Exercise details >> Check every line below for the word "leaves" and show those that hold it.

Records from a data collection:
___
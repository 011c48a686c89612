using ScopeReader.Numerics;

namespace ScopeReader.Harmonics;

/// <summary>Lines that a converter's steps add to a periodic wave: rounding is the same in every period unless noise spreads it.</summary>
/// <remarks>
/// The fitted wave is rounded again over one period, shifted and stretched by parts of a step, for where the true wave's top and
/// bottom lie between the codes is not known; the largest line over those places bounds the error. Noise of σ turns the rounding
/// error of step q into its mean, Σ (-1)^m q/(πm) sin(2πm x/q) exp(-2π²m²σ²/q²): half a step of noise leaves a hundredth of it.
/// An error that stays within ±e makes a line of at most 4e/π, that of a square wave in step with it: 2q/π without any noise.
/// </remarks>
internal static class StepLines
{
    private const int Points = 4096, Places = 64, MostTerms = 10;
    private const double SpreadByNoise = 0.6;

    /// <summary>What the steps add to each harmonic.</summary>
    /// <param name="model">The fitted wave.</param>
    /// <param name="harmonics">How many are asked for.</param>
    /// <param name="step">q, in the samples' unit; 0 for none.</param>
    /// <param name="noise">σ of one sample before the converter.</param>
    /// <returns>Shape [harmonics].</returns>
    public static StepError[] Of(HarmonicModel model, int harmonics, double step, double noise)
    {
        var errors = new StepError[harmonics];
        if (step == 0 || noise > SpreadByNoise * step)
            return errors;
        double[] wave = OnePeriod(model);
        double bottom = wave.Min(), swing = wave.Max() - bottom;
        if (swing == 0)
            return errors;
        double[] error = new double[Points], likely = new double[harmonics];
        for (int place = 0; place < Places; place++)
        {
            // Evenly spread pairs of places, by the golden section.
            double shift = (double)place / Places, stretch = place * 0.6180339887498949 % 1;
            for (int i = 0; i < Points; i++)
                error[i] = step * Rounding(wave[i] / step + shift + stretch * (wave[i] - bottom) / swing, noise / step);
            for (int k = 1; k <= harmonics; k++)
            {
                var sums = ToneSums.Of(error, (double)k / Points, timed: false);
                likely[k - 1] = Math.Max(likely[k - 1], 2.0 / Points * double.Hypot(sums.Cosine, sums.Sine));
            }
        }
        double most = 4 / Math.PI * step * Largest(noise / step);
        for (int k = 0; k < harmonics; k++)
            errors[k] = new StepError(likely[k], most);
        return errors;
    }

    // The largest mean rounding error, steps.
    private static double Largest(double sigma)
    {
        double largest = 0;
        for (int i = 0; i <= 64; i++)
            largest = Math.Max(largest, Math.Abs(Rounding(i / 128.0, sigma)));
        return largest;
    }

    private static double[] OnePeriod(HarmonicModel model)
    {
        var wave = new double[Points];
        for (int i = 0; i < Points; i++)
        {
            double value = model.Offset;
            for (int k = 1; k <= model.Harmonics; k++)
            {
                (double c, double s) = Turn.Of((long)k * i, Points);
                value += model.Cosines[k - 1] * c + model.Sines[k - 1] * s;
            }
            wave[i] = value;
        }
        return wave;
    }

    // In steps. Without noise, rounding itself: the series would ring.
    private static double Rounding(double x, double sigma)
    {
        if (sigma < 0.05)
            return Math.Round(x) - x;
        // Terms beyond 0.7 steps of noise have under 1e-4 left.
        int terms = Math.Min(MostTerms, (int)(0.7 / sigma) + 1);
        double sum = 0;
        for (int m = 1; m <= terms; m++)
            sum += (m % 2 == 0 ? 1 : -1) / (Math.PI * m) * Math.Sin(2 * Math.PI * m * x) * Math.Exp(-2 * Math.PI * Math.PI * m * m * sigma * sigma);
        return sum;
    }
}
___
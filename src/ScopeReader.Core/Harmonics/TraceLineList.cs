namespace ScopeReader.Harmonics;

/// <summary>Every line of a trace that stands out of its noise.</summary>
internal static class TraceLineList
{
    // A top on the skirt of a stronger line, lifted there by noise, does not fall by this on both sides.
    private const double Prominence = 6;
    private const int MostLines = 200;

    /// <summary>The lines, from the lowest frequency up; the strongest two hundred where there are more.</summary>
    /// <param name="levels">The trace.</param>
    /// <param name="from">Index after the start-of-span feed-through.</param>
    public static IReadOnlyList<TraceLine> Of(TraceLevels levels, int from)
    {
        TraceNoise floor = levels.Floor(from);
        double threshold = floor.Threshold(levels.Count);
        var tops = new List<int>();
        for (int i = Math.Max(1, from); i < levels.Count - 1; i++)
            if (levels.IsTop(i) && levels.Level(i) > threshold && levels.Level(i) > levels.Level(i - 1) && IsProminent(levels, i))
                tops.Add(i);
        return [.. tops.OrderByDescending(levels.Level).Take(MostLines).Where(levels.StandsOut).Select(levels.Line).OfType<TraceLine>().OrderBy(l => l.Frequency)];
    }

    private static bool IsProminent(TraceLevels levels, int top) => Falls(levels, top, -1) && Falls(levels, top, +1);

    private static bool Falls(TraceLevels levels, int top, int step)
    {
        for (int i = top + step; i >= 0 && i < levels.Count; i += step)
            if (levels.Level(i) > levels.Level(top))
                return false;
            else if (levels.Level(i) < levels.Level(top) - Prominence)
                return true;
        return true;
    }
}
___
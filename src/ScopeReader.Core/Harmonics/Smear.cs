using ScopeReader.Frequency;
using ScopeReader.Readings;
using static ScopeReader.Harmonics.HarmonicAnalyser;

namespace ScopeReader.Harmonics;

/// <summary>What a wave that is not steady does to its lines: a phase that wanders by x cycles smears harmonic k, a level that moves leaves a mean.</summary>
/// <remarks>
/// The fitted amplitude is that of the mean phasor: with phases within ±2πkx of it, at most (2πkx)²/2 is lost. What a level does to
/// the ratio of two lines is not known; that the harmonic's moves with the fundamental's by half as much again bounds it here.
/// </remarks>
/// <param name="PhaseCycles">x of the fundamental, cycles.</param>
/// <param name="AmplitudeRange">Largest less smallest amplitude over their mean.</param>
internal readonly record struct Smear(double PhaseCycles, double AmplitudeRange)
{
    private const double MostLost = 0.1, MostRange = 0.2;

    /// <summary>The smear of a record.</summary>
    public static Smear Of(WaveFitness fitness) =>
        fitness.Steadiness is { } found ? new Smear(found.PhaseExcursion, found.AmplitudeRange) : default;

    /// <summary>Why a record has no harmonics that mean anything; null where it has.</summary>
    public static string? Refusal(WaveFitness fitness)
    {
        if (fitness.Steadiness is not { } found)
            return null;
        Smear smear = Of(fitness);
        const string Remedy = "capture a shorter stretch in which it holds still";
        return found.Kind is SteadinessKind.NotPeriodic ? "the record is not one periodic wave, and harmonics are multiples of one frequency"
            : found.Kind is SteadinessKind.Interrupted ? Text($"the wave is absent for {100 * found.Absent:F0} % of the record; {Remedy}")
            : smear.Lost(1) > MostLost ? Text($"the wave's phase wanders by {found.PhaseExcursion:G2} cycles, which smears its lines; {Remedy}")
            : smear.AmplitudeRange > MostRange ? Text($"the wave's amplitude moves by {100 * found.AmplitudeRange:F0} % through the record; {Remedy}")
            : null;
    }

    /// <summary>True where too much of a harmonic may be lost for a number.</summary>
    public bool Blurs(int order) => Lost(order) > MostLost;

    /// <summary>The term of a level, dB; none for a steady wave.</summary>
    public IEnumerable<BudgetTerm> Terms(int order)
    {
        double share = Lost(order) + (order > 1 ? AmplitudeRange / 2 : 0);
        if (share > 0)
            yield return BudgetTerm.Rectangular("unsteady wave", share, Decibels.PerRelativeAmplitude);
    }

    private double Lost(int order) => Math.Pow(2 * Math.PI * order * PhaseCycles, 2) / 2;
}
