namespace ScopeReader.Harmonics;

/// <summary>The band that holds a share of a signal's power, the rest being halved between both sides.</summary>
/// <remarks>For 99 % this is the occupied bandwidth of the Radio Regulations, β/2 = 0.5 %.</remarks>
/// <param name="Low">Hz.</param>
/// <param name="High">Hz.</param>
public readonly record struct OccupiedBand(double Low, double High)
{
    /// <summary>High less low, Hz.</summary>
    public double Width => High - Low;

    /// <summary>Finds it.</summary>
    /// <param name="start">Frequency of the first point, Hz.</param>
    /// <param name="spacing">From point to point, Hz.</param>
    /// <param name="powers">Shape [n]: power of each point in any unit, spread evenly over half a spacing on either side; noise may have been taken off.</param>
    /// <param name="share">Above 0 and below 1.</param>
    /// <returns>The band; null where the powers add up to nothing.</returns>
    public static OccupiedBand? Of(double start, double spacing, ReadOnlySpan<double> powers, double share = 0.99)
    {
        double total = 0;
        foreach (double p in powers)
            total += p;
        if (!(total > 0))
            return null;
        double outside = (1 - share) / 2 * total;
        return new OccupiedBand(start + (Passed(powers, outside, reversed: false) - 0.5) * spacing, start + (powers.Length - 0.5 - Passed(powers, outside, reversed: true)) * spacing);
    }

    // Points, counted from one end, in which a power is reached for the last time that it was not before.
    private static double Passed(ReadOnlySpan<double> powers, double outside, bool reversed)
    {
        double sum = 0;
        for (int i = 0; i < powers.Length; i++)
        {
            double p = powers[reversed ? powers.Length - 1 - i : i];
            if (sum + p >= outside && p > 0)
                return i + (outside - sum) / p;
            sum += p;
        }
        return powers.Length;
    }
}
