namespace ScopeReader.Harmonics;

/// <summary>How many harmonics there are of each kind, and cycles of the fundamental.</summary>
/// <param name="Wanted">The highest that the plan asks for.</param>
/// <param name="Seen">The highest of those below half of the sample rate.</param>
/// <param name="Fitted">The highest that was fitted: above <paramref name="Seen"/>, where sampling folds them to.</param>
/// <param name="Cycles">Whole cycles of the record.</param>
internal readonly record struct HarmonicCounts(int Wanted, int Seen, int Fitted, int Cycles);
___
Result of this task >>
/// error of step q into its mean, Σ (-1)^m q/(πm) sin(2πm x/q) exp(-2π²m²σ²/q²): half a step of noise leaves a hundredth of it.
/// <summary>What a wave that is not steady does to its lines: a phase that wanders by x cycles smears harmonic k, a level that moves leaves a mean.</summary>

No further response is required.